-------- INPUT FOR THIS TASK --------
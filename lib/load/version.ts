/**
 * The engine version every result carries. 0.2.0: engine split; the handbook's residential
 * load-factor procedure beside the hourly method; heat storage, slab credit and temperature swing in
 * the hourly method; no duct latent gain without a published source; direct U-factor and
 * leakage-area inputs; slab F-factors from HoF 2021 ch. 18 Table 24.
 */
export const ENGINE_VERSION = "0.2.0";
--------
-------- INPUT FOR THIS TASK --------
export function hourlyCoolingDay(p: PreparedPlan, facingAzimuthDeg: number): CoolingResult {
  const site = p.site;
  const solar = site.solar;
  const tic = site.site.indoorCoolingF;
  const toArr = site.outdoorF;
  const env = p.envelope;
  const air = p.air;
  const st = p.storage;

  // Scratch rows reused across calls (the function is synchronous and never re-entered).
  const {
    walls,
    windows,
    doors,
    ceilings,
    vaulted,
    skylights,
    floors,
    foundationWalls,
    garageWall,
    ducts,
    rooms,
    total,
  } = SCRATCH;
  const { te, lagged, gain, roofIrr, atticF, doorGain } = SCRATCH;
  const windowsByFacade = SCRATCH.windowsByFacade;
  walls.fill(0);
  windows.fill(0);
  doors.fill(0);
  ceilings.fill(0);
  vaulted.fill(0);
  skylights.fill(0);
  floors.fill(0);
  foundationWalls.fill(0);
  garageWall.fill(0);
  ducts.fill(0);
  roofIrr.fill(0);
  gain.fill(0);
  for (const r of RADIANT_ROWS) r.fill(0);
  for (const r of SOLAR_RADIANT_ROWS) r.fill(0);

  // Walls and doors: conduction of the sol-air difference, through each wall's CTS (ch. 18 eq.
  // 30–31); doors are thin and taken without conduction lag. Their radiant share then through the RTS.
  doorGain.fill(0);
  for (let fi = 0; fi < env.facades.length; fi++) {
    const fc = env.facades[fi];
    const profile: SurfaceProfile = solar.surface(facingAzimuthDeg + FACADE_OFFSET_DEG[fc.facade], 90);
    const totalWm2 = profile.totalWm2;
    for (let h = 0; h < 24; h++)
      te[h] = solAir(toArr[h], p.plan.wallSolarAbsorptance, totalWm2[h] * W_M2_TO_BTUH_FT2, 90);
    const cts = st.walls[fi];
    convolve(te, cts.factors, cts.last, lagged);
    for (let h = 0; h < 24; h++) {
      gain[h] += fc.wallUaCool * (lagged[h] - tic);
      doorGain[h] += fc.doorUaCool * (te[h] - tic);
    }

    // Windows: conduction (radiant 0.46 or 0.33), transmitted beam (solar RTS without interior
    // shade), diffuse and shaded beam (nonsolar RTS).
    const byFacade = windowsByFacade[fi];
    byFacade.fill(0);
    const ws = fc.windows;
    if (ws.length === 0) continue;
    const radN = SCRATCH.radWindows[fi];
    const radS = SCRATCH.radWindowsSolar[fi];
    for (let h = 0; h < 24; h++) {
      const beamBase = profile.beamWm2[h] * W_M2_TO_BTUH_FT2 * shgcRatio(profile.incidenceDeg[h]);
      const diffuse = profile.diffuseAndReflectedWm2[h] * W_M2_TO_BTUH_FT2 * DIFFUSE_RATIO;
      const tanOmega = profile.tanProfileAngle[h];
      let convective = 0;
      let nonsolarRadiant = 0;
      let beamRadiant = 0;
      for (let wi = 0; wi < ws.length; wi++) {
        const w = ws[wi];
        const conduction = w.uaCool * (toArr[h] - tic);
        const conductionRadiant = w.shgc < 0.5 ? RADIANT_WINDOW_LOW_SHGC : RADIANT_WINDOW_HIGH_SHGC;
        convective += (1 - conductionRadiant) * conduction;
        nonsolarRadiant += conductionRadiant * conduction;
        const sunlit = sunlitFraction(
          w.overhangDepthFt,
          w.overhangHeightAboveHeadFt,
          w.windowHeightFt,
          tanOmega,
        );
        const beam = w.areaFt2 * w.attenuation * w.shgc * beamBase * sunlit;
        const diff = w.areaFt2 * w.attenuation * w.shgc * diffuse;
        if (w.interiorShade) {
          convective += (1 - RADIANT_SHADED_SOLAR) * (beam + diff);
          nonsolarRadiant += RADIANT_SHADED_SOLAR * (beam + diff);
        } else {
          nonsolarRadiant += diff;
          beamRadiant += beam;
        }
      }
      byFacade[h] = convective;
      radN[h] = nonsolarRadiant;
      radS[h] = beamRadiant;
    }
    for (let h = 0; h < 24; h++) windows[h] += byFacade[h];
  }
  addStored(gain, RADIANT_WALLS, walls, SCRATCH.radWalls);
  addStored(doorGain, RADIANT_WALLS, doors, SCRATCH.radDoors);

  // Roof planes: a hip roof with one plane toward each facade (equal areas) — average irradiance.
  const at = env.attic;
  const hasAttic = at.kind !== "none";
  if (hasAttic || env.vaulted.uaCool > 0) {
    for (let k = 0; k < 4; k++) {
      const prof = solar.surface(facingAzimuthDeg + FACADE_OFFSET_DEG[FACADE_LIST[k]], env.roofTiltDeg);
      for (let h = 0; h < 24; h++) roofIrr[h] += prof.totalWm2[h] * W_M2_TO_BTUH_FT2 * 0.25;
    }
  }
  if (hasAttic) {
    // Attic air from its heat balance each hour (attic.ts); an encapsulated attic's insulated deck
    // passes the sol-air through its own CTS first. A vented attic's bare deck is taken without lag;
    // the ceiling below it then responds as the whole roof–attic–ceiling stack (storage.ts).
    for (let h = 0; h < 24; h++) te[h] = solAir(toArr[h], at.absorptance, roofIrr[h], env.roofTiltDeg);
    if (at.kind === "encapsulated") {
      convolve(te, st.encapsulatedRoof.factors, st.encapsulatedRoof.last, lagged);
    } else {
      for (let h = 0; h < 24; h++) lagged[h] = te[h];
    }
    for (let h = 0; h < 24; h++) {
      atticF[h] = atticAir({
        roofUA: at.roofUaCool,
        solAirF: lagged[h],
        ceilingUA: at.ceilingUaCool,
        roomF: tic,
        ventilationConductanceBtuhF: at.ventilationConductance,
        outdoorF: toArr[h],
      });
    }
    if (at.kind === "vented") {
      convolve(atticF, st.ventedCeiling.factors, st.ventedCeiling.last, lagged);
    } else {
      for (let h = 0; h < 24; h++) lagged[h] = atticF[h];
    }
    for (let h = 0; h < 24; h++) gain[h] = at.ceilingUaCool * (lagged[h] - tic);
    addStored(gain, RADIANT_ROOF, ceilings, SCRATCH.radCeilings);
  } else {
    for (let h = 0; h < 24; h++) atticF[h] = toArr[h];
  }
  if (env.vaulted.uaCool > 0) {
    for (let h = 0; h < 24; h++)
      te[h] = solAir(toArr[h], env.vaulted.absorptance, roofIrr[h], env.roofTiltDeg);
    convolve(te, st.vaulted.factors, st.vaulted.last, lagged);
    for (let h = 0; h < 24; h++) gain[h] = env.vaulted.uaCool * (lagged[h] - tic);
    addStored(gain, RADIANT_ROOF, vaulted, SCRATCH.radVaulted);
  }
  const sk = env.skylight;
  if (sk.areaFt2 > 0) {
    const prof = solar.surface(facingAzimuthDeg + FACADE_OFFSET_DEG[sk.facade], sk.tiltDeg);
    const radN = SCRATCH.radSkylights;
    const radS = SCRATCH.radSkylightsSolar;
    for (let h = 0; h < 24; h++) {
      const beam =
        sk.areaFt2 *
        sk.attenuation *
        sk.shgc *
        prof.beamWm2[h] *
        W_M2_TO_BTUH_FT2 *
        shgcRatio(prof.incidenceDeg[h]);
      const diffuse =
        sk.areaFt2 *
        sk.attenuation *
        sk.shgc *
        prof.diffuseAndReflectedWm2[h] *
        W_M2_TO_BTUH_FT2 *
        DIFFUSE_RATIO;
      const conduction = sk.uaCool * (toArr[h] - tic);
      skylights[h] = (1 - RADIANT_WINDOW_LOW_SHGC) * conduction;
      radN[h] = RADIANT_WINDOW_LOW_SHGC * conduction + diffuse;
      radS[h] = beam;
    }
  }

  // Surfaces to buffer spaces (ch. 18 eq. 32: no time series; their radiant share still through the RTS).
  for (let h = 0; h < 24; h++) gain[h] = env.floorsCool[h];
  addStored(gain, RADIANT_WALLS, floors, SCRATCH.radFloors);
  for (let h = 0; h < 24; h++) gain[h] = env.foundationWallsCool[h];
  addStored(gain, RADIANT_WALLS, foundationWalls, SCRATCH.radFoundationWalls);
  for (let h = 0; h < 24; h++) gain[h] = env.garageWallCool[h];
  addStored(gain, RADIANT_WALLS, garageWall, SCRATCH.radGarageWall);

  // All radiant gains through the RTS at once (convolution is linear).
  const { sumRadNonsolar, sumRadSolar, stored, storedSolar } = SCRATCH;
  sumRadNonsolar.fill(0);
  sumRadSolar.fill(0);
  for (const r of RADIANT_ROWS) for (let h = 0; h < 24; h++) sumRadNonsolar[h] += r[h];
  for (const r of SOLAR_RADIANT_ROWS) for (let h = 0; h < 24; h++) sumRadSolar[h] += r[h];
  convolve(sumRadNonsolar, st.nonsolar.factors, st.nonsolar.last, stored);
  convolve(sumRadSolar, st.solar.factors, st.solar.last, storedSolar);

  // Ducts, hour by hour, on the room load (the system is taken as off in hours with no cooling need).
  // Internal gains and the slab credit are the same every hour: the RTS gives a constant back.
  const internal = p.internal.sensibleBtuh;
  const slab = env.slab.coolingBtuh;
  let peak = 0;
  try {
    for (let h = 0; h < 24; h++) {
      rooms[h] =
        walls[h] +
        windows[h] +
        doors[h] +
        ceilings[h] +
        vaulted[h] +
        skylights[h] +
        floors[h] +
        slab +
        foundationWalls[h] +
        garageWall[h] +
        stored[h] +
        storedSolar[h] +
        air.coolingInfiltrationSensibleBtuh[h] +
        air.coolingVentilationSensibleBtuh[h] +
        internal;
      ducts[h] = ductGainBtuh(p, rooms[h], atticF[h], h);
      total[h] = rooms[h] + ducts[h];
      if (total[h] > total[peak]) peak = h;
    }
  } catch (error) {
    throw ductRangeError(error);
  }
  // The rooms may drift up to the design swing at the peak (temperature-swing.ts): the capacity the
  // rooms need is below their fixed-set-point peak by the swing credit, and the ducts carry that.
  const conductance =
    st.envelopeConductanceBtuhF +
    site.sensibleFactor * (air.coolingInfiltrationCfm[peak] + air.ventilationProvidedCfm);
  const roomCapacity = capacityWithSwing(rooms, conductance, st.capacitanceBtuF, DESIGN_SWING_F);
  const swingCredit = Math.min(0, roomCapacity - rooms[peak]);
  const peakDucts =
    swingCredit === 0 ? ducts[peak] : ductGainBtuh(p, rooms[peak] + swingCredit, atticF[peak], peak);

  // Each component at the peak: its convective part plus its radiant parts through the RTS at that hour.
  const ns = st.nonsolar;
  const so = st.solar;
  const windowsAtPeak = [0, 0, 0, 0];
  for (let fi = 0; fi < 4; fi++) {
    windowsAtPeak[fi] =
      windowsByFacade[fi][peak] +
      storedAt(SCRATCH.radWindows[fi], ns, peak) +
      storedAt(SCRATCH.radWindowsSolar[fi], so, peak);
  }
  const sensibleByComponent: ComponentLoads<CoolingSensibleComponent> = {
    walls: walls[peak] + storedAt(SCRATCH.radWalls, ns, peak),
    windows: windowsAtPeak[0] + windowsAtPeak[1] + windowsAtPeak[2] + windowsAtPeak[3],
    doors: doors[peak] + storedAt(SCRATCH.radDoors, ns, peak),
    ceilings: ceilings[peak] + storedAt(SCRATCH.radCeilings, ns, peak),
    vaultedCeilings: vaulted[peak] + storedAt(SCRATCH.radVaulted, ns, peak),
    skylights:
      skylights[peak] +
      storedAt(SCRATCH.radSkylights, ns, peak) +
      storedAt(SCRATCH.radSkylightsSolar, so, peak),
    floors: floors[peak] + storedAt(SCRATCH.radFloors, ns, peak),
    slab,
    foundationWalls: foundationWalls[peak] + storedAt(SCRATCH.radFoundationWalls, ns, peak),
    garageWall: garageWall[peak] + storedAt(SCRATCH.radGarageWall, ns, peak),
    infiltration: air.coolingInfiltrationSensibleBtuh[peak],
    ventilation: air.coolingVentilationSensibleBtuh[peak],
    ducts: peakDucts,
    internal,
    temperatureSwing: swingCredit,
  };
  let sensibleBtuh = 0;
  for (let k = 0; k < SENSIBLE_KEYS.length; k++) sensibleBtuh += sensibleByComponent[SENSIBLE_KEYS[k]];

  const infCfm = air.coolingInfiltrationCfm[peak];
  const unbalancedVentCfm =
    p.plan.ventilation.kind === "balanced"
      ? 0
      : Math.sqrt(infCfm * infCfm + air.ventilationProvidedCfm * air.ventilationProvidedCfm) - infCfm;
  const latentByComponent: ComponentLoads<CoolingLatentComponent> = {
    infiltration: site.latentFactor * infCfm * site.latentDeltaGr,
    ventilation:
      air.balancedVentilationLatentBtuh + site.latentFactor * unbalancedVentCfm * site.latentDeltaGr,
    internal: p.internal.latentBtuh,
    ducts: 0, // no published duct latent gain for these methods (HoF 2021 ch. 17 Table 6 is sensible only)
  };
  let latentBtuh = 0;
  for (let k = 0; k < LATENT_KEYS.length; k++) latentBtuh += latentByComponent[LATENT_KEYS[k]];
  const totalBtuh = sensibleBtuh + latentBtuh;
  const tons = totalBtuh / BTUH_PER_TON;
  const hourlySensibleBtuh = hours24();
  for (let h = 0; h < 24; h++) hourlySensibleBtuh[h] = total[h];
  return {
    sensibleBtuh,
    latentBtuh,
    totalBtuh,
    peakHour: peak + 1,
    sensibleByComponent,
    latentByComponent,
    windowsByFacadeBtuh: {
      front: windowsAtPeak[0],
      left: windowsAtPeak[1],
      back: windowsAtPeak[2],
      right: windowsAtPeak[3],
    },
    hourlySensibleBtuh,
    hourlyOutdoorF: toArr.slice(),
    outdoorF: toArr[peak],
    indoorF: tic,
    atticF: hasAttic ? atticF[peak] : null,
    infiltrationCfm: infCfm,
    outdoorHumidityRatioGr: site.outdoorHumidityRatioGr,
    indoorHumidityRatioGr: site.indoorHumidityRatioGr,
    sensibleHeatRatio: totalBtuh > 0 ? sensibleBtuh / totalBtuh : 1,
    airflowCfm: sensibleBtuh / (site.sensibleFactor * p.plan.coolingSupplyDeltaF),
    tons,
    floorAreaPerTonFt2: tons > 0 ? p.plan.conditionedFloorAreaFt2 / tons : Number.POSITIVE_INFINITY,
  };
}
--------
ACTION ITEM: Taking the listing above line by line, say how many lines include the string "storage", and give only that number.

RESULT BELOW: 3